Following neighborhood determination, we calculate point features and determine the clusters in the feature space. We adapt a graph 
representation from image processing which is especially used in pixel labeling problems and establish it for the unstructured 3-D 
point clouds. The edges of the graph that are connecting the points with each other and nodes representing feature clusters hold the 
smoothness costs in the spatial domain and data costs in the feature domain. Smoothness costs ensure spatial coherence, while data 
costs control the consistency with the representative feature clusters. This graph representation formalizes the segmentation task as 
an energy minimization problem. It allows the implementation of an approximate solution by min-cuts for a global minimum of this 
NP hard minimization problem in low order polynomial time. We test our method with airborne lidar point cloud acquired with 
maximum planned post spacing of 1.4 m and a vertical accuracy 10.5 cm as RMSE. We present the effects of neighborhood and 
feature determination in the segmentation results and assess the accuracy and efficiency of the implemented min-cut algorithm as 
well as its sensitivity to the parameters of the smoothness and data cost functions. We find that smoothness cost that only considers 
simple distance parameter does not strongly conform to the natural structure of the points. Including shape information within the 
energy function by assigning costs based on the local properties may help to achieve a better representation for segmentation. 
1. INTRODUCTION 
1.1. Motivation 
Lidar (light detection and ranging) is considered as one of the 
most important data acquisition technologies introduced for 
geospatial data acquisition lately (Petrie and Toth, 2009) and is 
progressively utilized for remote sensing of the Earth. This 
rapidly advancing technology quickly attracted interest for a 
variety of applications due to the dense point coverage (Filin 
and Pfeifer 2005). Pulse repetition rates, hence point densities 
have been increasing with new sensors and data acquisition 
techniques. However, the requirements of most applications go 
beyond the raw point locations. 
Applications usually require extensive processing of point 
cloud for extracting information on the features of interest to 
derive the final product (Biosca and Lerma, 2008; Vosselman et 
al., 2004). Analysis options with a set of unstructured 3D points 
are limited (Biosca and Lerma, 2008). Apart from the fact that 
the point data are noisy and not perfectly sampled, lidar 
acquisitions may also have poor sampling for almost vertical 
scans (Golovinsky and Funkhouser, 2009). The assumption of 
smooth surfaces and homogeneity does not perfectly hold for 
airborne lidar data as well as outdoor terrestrial and mobile 
acquisitions or their combinations. 
For effective extraction of required information from the 
unstructured 3D point cloud some level of organization is 
usually employed (Filin and Pfeifer, 2005). Such organization 
is usually achieved by labeling each point in the point cloud in 
a way that the points which are part of the same surface or 
region are labeled the same (Rabbani et al, 2006). Image 
segmentation methods have naturally been adapted to process 
2.5-D lidar range images. Convenience of implementing well 
studied algorithms established for image segmentation allowed 
lidar analysts and researchers to develop very useful methods 
and techniques for lidar range image analysis. However, 
analyzing lidar data as range images limits the possibilities of 
fully exploiting the 3-D nature of the lidar acquisition 
technology. We focus our efforts for the segmentation of point 
clouds following the track of algorithms which deal with 3-D 
point coordinates instead of 2.5-D range images. 
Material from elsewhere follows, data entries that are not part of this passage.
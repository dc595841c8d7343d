import type { BandWindowsEvidence, FittedFigure } from '@thermargin/shared';
import { type Airside, FAN_REFERENCE, faceVelocity_ms, RAM_REFERENCE } from '../radiator/airside.ts';
import type { AirsideFigures } from '../radiator/airside-fit.ts';
import type { Band } from '../trip/bands.ts';
import type { Referral } from '../trip/refer.ts';
import type { UnmeasuredHeat } from '../trip/unmeasured-heat.ts';

/**
 * How far off each figure a trip's k is referred with may be (95 %), beside its value: a fitted figure
 * by its interval, one from the fleet file not at all (given, as aux_heat_kw is), a default by the
 * range it stands for (airside.ts: exponent 0.4–0.8, common practice; face velocity 3–8 m/s at highway
 * speed and 1.5–4 m/s from the fan, from memory).
 */
export interface FigureUncertainty {
  /** –: 95 % half-width of each band's exponent. */
  exponent_half95: Record<Band, number>;
  /** Lowest and highest plausible ρ² = (ram_face_ratio / fan_face_velocity)². */
  rho2_range: [number, number];
  /** kW: lowest and highest plausible unmeasured heat; null when the data cannot bound it. */
  aux_range_kw: [number, number] | null;
  /** K: 95 % half-width of the ambient correction applied (per sensor period: learn.ts sets it per trip). */
  ambient_half95_k: number;
}

/** The defaults' ranges (airside.ts). */
const DEFAULT_RANGE = {
  exponent_half95: 0.2,
  /** Face velocity per road speed at highway speed (≈ 80 km/h): 3–8 m/s. */
  ram_face_ratio: [3 / (80 / 3.6), 8 / (80 / 3.6)] as [number, number],
  fan_face_velocity_ms: [1.5, 4] as [number, number],
};

const half = (f: FittedFigure) => (f.ci95 ? (f.ci95[1] - f.ci95[0]) / 2 : 0);

/** The uncertainty of what the vehicle stage learned or assumed (learn.ts), figure by figure; no ambient correction. */
export function figureUncertainty(f: AirsideFigures, unmeasured: UnmeasuredHeat): FigureUncertainty {
  const exponent = (x: FittedFigure) =>
    x.basis === 'fitted' ? half(x) : x.basis === 'default' ? DEFAULT_RANGE.exponent_half95 : 0;
  // Unless fitted apart (a borrowed figure is reported as a copy of the ram band's), the fan band's
  // exponent may not be the ram band's: the default range stands, or nothing when the fleet file gives it.
  const fan = f.fan_velocity_exponent;
  const ram = f.velocity_exponent;
  const fanOwn =
    fan.basis === 'fitted' &&
    fan.ci95 !== null &&
    (fan.value !== ram.value || fan.ci95[0] !== ram.ci95?.[0] || fan.ci95[1] !== ram.ci95?.[1]);
  const vf = f.fan_face_velocity_ms.value;
  const ratio = f.ram_face_ratio;
  const rho2 = (r: number, v: number) => (r / v) ** 2;
  const rho2_range: [number, number] =
    ratio.basis === 'fitted' && ratio.ci95
      ? [rho2(Math.max(0, ratio.ci95[0]), vf), rho2(ratio.ci95[1], vf)]
      : ratio.basis === 'default'
        ? [
            rho2(DEFAULT_RANGE.ram_face_ratio[0], DEFAULT_RANGE.fan_face_velocity_ms[1]),
            rho2(DEFAULT_RANGE.ram_face_ratio[1], DEFAULT_RANGE.fan_face_velocity_ms[0]),
          ]
        : [rho2(ratio.value, vf), rho2(ratio.value, vf)];
  const aux_range_kw: [number, number] | null =
    unmeasured.basis === 'fleet_file'
      ? [unmeasured.value_kw, unmeasured.value_kw]
      : unmeasured.ci95
        ? [Math.max(0, unmeasured.ci95[0]), Math.max(0, unmeasured.ci95[1])]
        : null;
  return {
    exponent_half95: {
      ram: exponent(ram),
      fan: fanOwn ? half(fan) : ram.basis === 'fleet_file' ? 0 : DEFAULT_RANGE.exponent_half95,
    },
    rho2_range,
    aux_range_kw,
    ambient_half95_k: 0,
  };
}

/**
 * 95 % half-width in ln k of a band k from its windows: how far the figures' plausible values move
 * the mean of the windows' ln k_ref = ln Q − ln(ITD − correction) − n·L(ρ²), L = ½·ln((ρ²·S + D) /
 * (ρ²·S_ref + D_ref)) as in airside-window-model.ts; each figure's shift taken at its worse end, the
 * figures' shifts added in quadrature (independent). Only the windows that gave a k count
 * (`k_w_m2k`, refer.ts's per window); those with a flow meter do not carry the unmeasured heat.
 * Example: one fan window at 0 km/h and full fan, only the exponent uncertain → 0.
 */
export function figureHalfWidth(
  band: Band,
  e: BandWindowsEvidence,
  k_w_m2k: ArrayLike<number>,
  r: Referral,
  u: FigureUncertainty,
): number {
  const a = r.airside;
  const n = band === 'fan' ? (a.fan_velocity_exponent ?? a.velocity_exponent) : a.velocity_exponent;
  const ref = band === 'fan' ? FAN_REFERENCE : RAM_REFERENCE;
  /** The air side with ρ² = p: the ram ratio moved, the fan's face velocity kept. */
  const withRho2 = (p: number): Airside => ({ ...a, ram_face_ratio: Math.sqrt(p) * a.fan_face_velocity_ms });
  /** ln of a window's face velocity over the reference's (airside.ts). */
  const L = (i: number, air: Airside) =>
    Math.log(
      faceVelocity_ms(e.speed_kmh[i]!, e.fan_pct[i]!, air) / faceVelocity_ms(ref.speed_kmh, ref.fan_pct, air),
    );
  const at: number[] = [];
  for (let i = 0; i < e.itd_k.length; i++) if (Number.isFinite(k_w_m2k[i])) at.push(i);
  const m = at.length;
  let dN = 0;
  const dRho = [0, 0];
  const dAux = [0, 0];
  let dAmb = 0;
  for (const i of at) {
    const l = L(i, a);
    dN += l;
    // In the ram band ρ cancels but for the little fan duty there; the fit's level takes that.
    if (band === 'fan')
      u.rho2_range.forEach((p, j) => {
        dRho[j]! += n * (L(i, withRho2(p)) - l);
      });
    dAmb += 1 / (e.itd_k[i]! - r.ambient_correction_k);
    const bal = e.meter_kw[i] === null ? e.balance_kw[i] : null;
    if (bal === null || bal === undefined || u.aux_range_kw === null) continue;
    const q = bal + r.unmeasured_heat_kw;
    // A heat that would leave the window with none gives it no k: as far as it can go, a tenth.
    u.aux_range_kw.forEach((aux, j) => {
      dAux[j]! += Math.log(Math.max(bal + aux, 0.1 * q) / q);
    });
  }
  if (m === 0) return 0;
  const worse = (x: number[]) => Math.max(...x.map((s) => Math.abs(s / m)));
  const parts = [
    (u.exponent_half95[band] * dN) / m,
    worse(dRho),
    worse(dAux),
    (u.ambient_half95_k * dAmb) / m,
  ];
  return Math.sqrt(parts.reduce((s, x) => s + x * x, 0));
}

/**
 * The interval of a band k widened by the figures' half-width h (ln k): each side's distance from k in
 * ln k added in quadrature to h. Example: k 2000, [1960, 2040], h 0.02 → [1943.9, 2057.1].
 */
export function widened(k: number, ci: [number, number], h: number): [number, number] {
  const lo = Math.sqrt(Math.log(k / ci[0]) ** 2 + h * h);
  const hi = Math.sqrt(Math.log(ci[1] / k) ** 2 + h * h);
  return [k * Math.exp(-lo), k * Math.exp(hi)];
}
In a good segmentation, segments are expected to be in 
accordance with the actual objects. Several aspects of point 
cloud segmentation are of fundamental importance to achieve 
such conformance. These include to local neighborhood of the 
points, scale, and features that represent the properties of a 
point's local neighborhood. 
In this study, we adapt a graph representation from image 
processing which is used in pixel labeling problems and 
configure it for the unstructured point clouds. Particularly, we 
implement a min-cut based method of Boykov et. al. (2001) for 
the segmentation of the point cloud. We first determine a local 
neighborhood for each point by detecting the jumps in the 
change of surface variation as the neighborhood gets larger. 
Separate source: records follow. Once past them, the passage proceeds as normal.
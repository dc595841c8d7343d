export * from './config.ts';
export * from './decode.ts';
export * from './ingester.ts';
export * from './metrics.ts';
export * from './pipeline.ts';
export * from './spool.ts';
Following neighborhood determination, we calculate point 
features that help to identify whether the point is from a 2-D or 
3-D manifold. Then we perform a segmentation of the point 
cloud with a min-cut algorithm using this feature vector and 
model the surface and scattered points. Once the data models 
are established for surface and scattered points, we label each 
point either as surface or scatter with the graph-cut optimization 
algorithm. We form a second feature vector and carry out a 
segmentation of the points labeled as surface.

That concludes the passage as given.